Answer Verified Verified
Hint: The value of the left derivative of a function \[f\left( x \right)\] at \[x=a\] is given as \[{{L}^{'}}=\underset{h\to {{0}^{+}}}{\mathop{\lim }}\,\dfrac{f\left( a-h \right)-f\left( a \right)}{-h}\] .

Complete step-by-step solution -
 The given function is \[f\left( x \right)=\left[ x \right]\sin \left( \pi x \right)\] . We are asked to find the value of \[\left[ m \right]\] , where \[m\] is the value of the left derivative of the function \[f(x)\] at \[x=2\] and $\text{ [ ] } $ is the greatest integer function.
First of all, we will calculate the value of the left derivative of the function \[f\left( x \right)=\left[ x \right]\sin \left( \pi x \right)\] .
 We know, the left derivative of a function \[f\left( x \right)\] at \[x=a\] is given as \[{{L}^{'}}=\underset{h\to {{0}^{+}}}{\mathop{\lim }}\,\dfrac{f\left( a-h \right)-f\left( a \right)}{-h}\] .
Now, we will calculate the value of the left derivative of the function at\[x=2\] .
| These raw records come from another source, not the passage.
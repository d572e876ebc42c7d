"""Calibration study of the error control: is a ``converged`` result right?

Two parts, both against independently known values:

1. **Genz's six families** (:mod:`cubage.bench.genz_families`, closed forms
   from Genz 1984), random draws, d = 2..6, rel_tol 1e-4, 1e-6, 1e-8.
2. **Integrals with published values that have kinks, jumps and
   singularities** (:data:`CASES`; the source of every value is named beside
   it), rel_tol 1e-4 and 1e-6.

For every run it records the status, the true error, the reported error and
the evaluations, and prints per family / tolerance:

* ``held``: share of runs with true error <= reported error (reliability);
* ``silent``: runs that say ``converged`` although the true error is above
  twice the goal (the one outcome the engine must never produce);
* ``conv``: share of runs that say ``converged``; evaluations.

Seeds: the study's draws come from ``numpy.random.default_rng([seed, family,
d])``.  Seeds 1 and 2 calibrated the first estimator, seed 11 is used by
tests/test_reliability.py; seeds 7, 8 and 9 were used while tuning the
discrepancy control, the vertex probes, the audit and the steering of splits
by the probes.  Seeds 2026, 4099, 5227, 6311, 7177, 8329, 5283, 5855, 6022, 4782, 6965, 6340,
3896, 5448, 6569 and 2648 recorded or checked earlier versions and have been seen.  The figures
in the README and in :mod:`cubage.engine.estimate` come from ``--seed 7858 --draws 20`` (the
default seed), drawn fresh for the last version and never used for tuning: use a new seed
to check them again.

Usage::

    python benchmarks/calibration.py --quick          # a few minutes
    python benchmarks/calibration.py                  # the recorded study: seed 7858, 20 draws (~8 min)
    python benchmarks/calibration.py --json out.json  # the same, writing every run

``--json`` writes every run (for comparing two versions run for run).
"""

from __future__ import annotations

import argparse
import json
import math
import sys
import time
from pathlib import Path

import numpy as np

sys.path.insert(0, str(Path(__file__).resolve().parents[1]))

import cubage  # noqa: E402
from cubage.bench import genz_families as genz  # noqa: E402

SMOOTH = set(genz.SMOOTH)


# -- published integrals with kinks, jumps and singularities -----------------------------------

def _irwin_hall_cdf(s: float, k: int) -> float:
    # P(U_1 + ... + U_k <= s) for independent uniforms (Irwin-Hall distribution; Hall 1927, Irwin 1927)
    return sum((-1) ** j * math.comb(k, j) * (s - j) ** k for j in range(int(math.floor(s)) + 1)) / math.factorial(k)


def _irwin_hall_abs(s: float, k: int) -> float:
    # E|U_1 + ... + U_k - s| = (k/2 - s) + 2 E(s - S)^+, E(s - S)^+ = sum_j (-1)^j C(k,j) (s-j)_+^(k+1) / (k+1)!
    # (integral of the Irwin-Hall CDF)
    pos = sum((-1) ** j * math.comb(k, j) * max(s - j, 0.0) ** (k + 1) for j in range(k + 1))
    return (k / 2 - s) + 2 * pos / math.factorial(k + 1)


def _watson_sc() -> float:
    # Watson's simple-cubic lattice integral (Watson 1939), closed form of Glasser & Zucker (1977):
    # (1/pi^3) int_[0,pi]^3 dx dy dz / (1 - (cos x + cos y + cos z)/3) = sqrt(6)/(32 pi^3) G(1/24)G(5/24)G(7/24)G(11/24)
    # = 1.5163860591... (also checked against mpmath's Gamma function to 20 digits)
    from mpmath import gamma, mp, mpf, pi, sqrt
    mp.dps = 30
    return float(sqrt(6) / (32 * pi ** 3) * gamma(mpf(1) / 24) * gamma(mpf(5) / 24) * gamma(mpf(7) / 24)
                 * gamma(mpf(11) / 24))


def _watson_bcc() -> float:
    # Watson's body-centred-cubic lattice integral (Watson 1939):
    # (1/pi^3) int_[0,pi]^3 dx dy dz / (1 - cos x cos y cos z) = Gamma(1/4)^4 / (4 pi^3)
    return math.gamma(0.25) ** 4 / (4 * math.pi ** 3)


def cases() -> list[dict]:
    """The published test integrals: name, integrand, domain, exact value, source, feature."""
    box = cubage.Box
    out = []

    def add(name, f, domain, exact, source, feature):
        out.append(dict(name=name, f=f, domain=domain, exact=float(exact), source=source, feature=feature))

    s2, s3 = math.sqrt(2.0), math.sqrt(3.0)
    # Bailey, Borwein & Crandall, "Box integrals", J. Comput. Appl. Math. 206 (2007) 196-208:
    # B_n(s) = int_[0,1]^n |r|^s, Delta_n(s) = int_[0,1]^2n |x - y|^s
    add("box B2(1)", lambda X: np.sqrt((X * X).sum(axis=1)), box([0] * 2, [1] * 2),
        (s2 + math.asinh(1.0)) / 3, "Bailey-Borwein-Crandall 2007, B_2(1)", "corner kink")
    add("box B3(-1)", lambda X: 1.0 / np.sqrt((X * X).sum(axis=1)), box([0] * 3, [1] * 3),
        1.5 * math.log(2 + s3) - math.pi / 4, "Bailey-Borwein-Crandall 2007, B_3(-1)", "corner singularity")
    add("box B3(1)", lambda X: np.sqrt((X * X).sum(axis=1)), box([0] * 3, [1] * 3),
        s3 / 4 + math.log(2 + s3) / 2 - math.pi / 24, "Bailey-Borwein-Crandall 2007, B_3(1)", "corner kink")
    add("box Delta2(1)", lambda X: np.hypot(X[:, 0] - X[:, 2], X[:, 1] - X[:, 3]), box([0] * 4, [1] * 4),
        (2 + s2 + 5 * math.log(1 + s2)) / 15, "Bailey-Borwein-Crandall 2007, Delta_2(1)", "kink on a 2-D subspace")
    # Watson (1939), Glasser & Zucker (1977): lattice Green's functions at the origin
    add("Watson sc", lambda X: 1.0 / (1.0 - np.cos(X).sum(axis=1) / 3) / math.pi ** 3, box([0] * 3, [math.pi] * 3),
        _watson_sc(), "Watson 1939; Glasser-Zucker 1977 Gamma form", "1/r^2 corner singularity")
    add("Watson bcc", lambda X: 1.0 / (1.0 - np.cos(X).prod(axis=1)) / math.pi ** 3, box([0] * 3, [math.pi] * 3),
        _watson_bcc(), "Watson 1939, Gamma(1/4)^4/(4 pi^3)", "four corner singularities")
    # Dirichlet's formula: int over the standard simplex of prod x_i^(a_i - 1) = prod Gamma(a_i) / Gamma(sum a_i)
    add("Dirichlet 2-D (-1/2)", lambda X: 1.0 / np.sqrt(X[:, 0] * X[:, 1] * np.maximum(1 - X.sum(axis=1), 0.0)),
        cubage.Simplex(np.vstack([np.zeros(2), np.eye(2)])), 2 * math.pi,
        "Dirichlet's formula, Gamma(1/2)^3/Gamma(3/2)", "x^-1/2 on every face")
    add("Dirichlet 3-D (-1/2)", lambda X: 1.0 / np.sqrt(X.prod(axis=1) * np.maximum(1 - X.sum(axis=1), 0.0)),
        cubage.Simplex(np.vstack([np.zeros(3), np.eye(3)])), math.pi ** 2, "Dirichlet's formula, Gamma(1/2)^4/Gamma(2)",
        "x^-1/2 on every face")
    # indicator volumes and the failures measured in issue 12
    add("ball octant 3-D", lambda X: ((X * X).sum(axis=1) < 1.0).astype(float), box([0] * 3, [1] * 3),
        math.pi / 6, "volume of the unit ball / 8 (common practice)", "curved jump")
    add("x+y+z<1.4", lambda X: (X.sum(axis=1) < 1.4).astype(float), box([0] * 3, [1] * 3),
        _irwin_hall_cdf(1.4, 3), "Irwin-Hall CDF at 1.4", "jump on a plane")
    c = 0.7213
    add("(x<c) exp(y) 4-D", lambda X, c=c: (X[:, 0] < c) * np.exp(X[:, 1]), box([0] * 4, [1] * 4),
        c * (math.e - 1), "product formula c (e - 1)", "axis-aligned jump")
    c = 0.3377
    add("|x-c| exp(y+z+w)", lambda X, c=c: np.abs(X[:, 0] - c) * np.exp(X[:, 1:].sum(axis=1)), box([0] * 4, [1] * 4),
        (c * c + (1 - c) ** 2) / 2 * (math.e - 1) ** 3, "product formula", "axis-aligned kink")
    add("|x+y+z-1.4|", lambda X: np.abs(X.sum(axis=1) - 1.4), box([0] * 3, [1] * 3),
        _irwin_hall_abs(1.4, 3), "Irwin-Hall: E|S_3 - 1.4|", "kink on a plane")
    return out


# -- running ------------------------------------------------------------------------------------

def one(f, domain, tol, budget, exact) -> dict:
    t = time.perf_counter()
    r = cubage.integrate(f, domain, rel_tol=tol, budget=budget, raise_on_failure=False)
    goal = tol * abs(exact)
    true = abs(r.value - exact)
    trust = getattr(r, "trust", None)
    return dict(value=float(r.value), error=float(r.error), true=float(true), status=r.status,
                evals=int(r.evaluations), seconds=time.perf_counter() - t, held=bool(true <= r.error),
                silent=bool(r.status == "converged" and true > 2 * goal),
                within=bool(true <= goal),
                audit_evals=int(trust.get("audit_evaluations", 0)) if isinstance(trust, dict) else 0)


def genz_part(families, dims, tols, draws, seed, budget, rows, out=sys.stdout):
    for fam in families:
        for d in dims:
            rng = np.random.default_rng([seed, genz.FAMILIES.index(fam), d])
            drawn = [genz.draw(fam, d, rng) for _ in range(draws)]
            box = cubage.Box([0.0] * d, [1.0] * d)
            for tol in tols:
                t0 = time.perf_counter()
                sub = []
                for i, c in enumerate(drawn):
                    rec = one(c.f, box, tol, budget, c.exact)
                    rec.update(part="genz", family=fam, d=d, tol=tol, draw=i)
                    sub.append(rec)
                rows.extend(sub)
                conv = sum(r['status'] == 'converged' for r in sub)
                print(f"{fam:14s} d={d} tol={tol:.0e} held {sum(r['held'] for r in sub):3d}/{len(sub)}"
                      f"  silent {sum(r['silent'] for r in sub):2d}  conv {conv:3d}"
                      f"  evals {sum(r['evals'] for r in sub):10d}  {time.perf_counter() - t0:6.1f}s",
                      file=out, flush=True)


def cases_part(tols, budget, rows, names=None, out=sys.stdout):
    for c in cases():
        if names and c["name"] not in names:
            continue
        for tol in tols:
            rec = one(c["f"], c["domain"], tol, budget, c["exact"])
            rec.update(part="case", family=c["name"], d=c["domain"].dim, tol=tol, source=c["source"],
                       feature=c["feature"])
            rows.append(rec)
            print(f"{c['name']:22s} tol={tol:.0e} {rec['status']:13s} true {rec['true']:9.2e} reported "
                  f"{rec['error']:9.2e} evals {rec['evals']:9d} {'SILENT WRONG' if rec['silent'] else ''}"
                  f"  [{c['source']}]", file=out, flush=True)


def summary(rows, out=sys.stdout):
    print("\n| family / case | tol | runs | held (true <= reported) | silent wrong | converged | evaluations |",
          file=out)
    print("|---|---|---|---|---|---|---|", file=out)
    keys = []
    for r in rows:
        k = (r["family"], r["tol"])
        if k not in keys:
            keys.append(k)
    for fam, tol in keys:
        sub = [r for r in rows if r["family"] == fam and r["tol"] == tol]
        n = len(sub)
        held = sum(r["held"] for r in sub)
        print(f"| {fam} | {tol:.0e} | {n} | {100 * held / n:.1f} % | {sum(r['silent'] for r in sub)} | "
              f"{100 * sum(r['status'] == 'converged' for r in sub) / n:.0f} % | {sum(r['evals'] for r in sub)} |",
              file=out)
    g = [r for r in rows if r["part"] == "genz"]
    for label, sel in (("smooth", lambda r: r["family"] in SMOOTH), ("c0+discontinuous",
                                                                       lambda r: r["family"] not in SMOOTH)):
        sub = [r for r in g if sel(r)]
        if sub:
            print(f"{label}: held {100 * np.mean([r['held'] for r in sub]):.2f} % of {len(sub)}, silent wrong "
                  f"{sum(r['silent'] for r in sub)}, evaluations {sum(r['evals'] for r in sub)}, audit share "
                  f"{sum(r['audit_evals'] for r in sub) / max(1, sum(r['evals'] for r in sub)):.3f}", file=out)
    cs = [r for r in rows if r["part"] == "case"]
    if cs:
        print(f"published cases: silent wrong {sum(r['silent'] for r in cs)} of {len(cs)}, held "
              f"{100 * np.mean([r['held'] for r in cs]):.1f} %", file=out)


def main(argv=None) -> int:
    p = argparse.ArgumentParser(description=__doc__.splitlines()[0])
    p.add_argument("--quick", action="store_true", help="2 draws, budget 3e5: a few minutes")
    p.add_argument("--draws", type=int, help="draws per family and dimension (default 20; --quick 2)")
    p.add_argument("--dims", type=int, nargs="+", default=[2, 3, 4, 5, 6])
    p.add_argument("--tols", type=float, nargs="+", default=[1e-4, 1e-6, 1e-8], help="Genz tolerances")
    p.add_argument("--case-tols", type=float, nargs="+", default=[1e-4, 1e-6])
    p.add_argument("--families", nargs="+", default=list(genz.FAMILIES), choices=genz.FAMILIES)
    p.add_argument("--cases", nargs="*", help="only these published cases (names); none: all")
    p.add_argument("--no-genz", action="store_true")
    p.add_argument("--no-cases", action="store_true")
    p.add_argument("--seed", type=int, default=7858, help="draw seed (7858: the recorded, never tuned-on seed)")
    p.add_argument("--budget", type=int, help="evaluations per run (default 2e6; --quick 3e5)")
    p.add_argument("--json", help="write every run to this file")
    a = p.parse_args(argv)
    draws = a.draws or (2 if a.quick else 20)
    budget = a.budget or (300_000 if a.quick else 2_000_000)
    print(f"# calibration study: seed {a.seed}, {draws} draws, budget {budget}, cubage from {cubage.__file__}")
    rows: list[dict] = []
    t0 = time.perf_counter()
    if not a.no_genz:
        genz_part(a.families, a.dims, a.tols, draws, a.seed, budget, rows)
    if not a.no_cases:
        cases_part(a.case_tols, budget, rows, a.cases)
    summary(rows)
    print(f"total {time.perf_counter() - t0:.0f} s")
    if a.json:
        Path(a.json).write_text(json.dumps(rows, indent=0))
    return 0


if __name__ == "__main__":
    raise SystemExit(main())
So, the left derivative of the function at \[x=2\] is given as \[L'=\underset{h\to {{0}^{+}}}{\mathop{\lim }}\,\dfrac{f\left( 2-h \right)-f\left( 2 \right)}{-h}\] .
\[=\underset{h\to {{0}^{+}}}{\mathop{\lim }}\,\dfrac{\left( \left[ 2-h \right]\sin \left( 2-h \right)\pi \right)-\left( \left[ 2 \right]\sin 2\pi \right)}{-h}\]
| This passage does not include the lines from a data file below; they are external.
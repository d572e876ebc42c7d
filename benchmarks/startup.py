"""Benchmark: how long ``cubage`` commands take to start, and which heavy modules they load.

Run ``python benchmarks/startup.py`` (``--repeat N``, default 5).  It prints
figures; it asserts nothing.  Each command runs in a fresh interpreter of this
Python (the median wall time of N runs is printed), and a second run with
``-X importtime`` tells whether scipy.special was imported on the way.

Commands: ``cubage --help``, ``cubage run --help``, ``cubage list``, ``cubage
check`` on the bundled default problem (an expression without special
functions), and the import of the text UI's app module.
"""

from __future__ import annotations

import argparse
import statistics
import subprocess
import sys
import time

_CLI = "import sys; from cubage.cli import main; sys.argv = {argv!r}; main()"

CASES = [
    ("cubage --help", ["-c", _CLI.format(argv=["cubage", "--help"])]),
    ("cubage run --help", ["-c", _CLI.format(argv=["cubage", "run", "--help"])]),
    ("cubage list", ["-c", _CLI.format(argv=["cubage", "list"])]),
    ("cubage check gaussian-overlap", ["-c", _CLI.format(argv=["cubage", "check", "gaussian-overlap"])]),
    ("import cubage.tui.app", ["-c", "import cubage.tui.app"]),
    ("python -c pass (interpreter alone)", ["-c", "pass"]),
]


def _wall(args: list[str]) -> float:
    t0 = time.perf_counter()
    subprocess.run([sys.executable, *args], stdout=subprocess.DEVNULL, stderr=subprocess.DEVNULL, check=False)
    return time.perf_counter() - t0


def _loads_special(args: list[str]) -> bool:
    r = subprocess.run([sys.executable, "-X", "importtime", *args], stdout=subprocess.DEVNULL,
                       stderr=subprocess.PIPE, text=True, check=False)
    return any(line.rsplit("|", 1)[-1].strip() == "scipy.special" for line in r.stderr.splitlines())


def main() -> None:
    ap = argparse.ArgumentParser(description=__doc__.splitlines()[0])
    ap.add_argument("--repeat", type=int, default=5, help="runs per command (median printed)")
    a = ap.parse_args()
    print(f"{'command':36s} {'median s':>9s} {'min s':>7s}  scipy.special imported")
    for name, args in CASES:
        times = [_wall(args) for _ in range(a.repeat)]
        print(f"{name:36s} {statistics.median(times):9.3f} {min(times):7.3f}  "
              f"{'yes' if _loads_special(args) else 'no'}", flush=True)


if __name__ == "__main__":
    main()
We know, $\sin n\pi =0$ , where $n$ is an integer.
$\Rightarrow L'=\underset{h\to {{0}^{+}}}{\mathop{\lim }}\,\dfrac{\left( \left[ 2-h \right]\sin \left( 2-h \right)\pi \right)-0}{-h}$
\[=\underset{h\to {{0}^{+}}}{\mathop{\lim }}\,\dfrac{\left( \left[ 2-h \right]\sin \left( 2-h \right)\pi \right)}{-h}\]
Now, we know, $2-h$ is a number which is slightly less than $2$ . On applying the greatest integer function to this value, it becomes equal to $1$ .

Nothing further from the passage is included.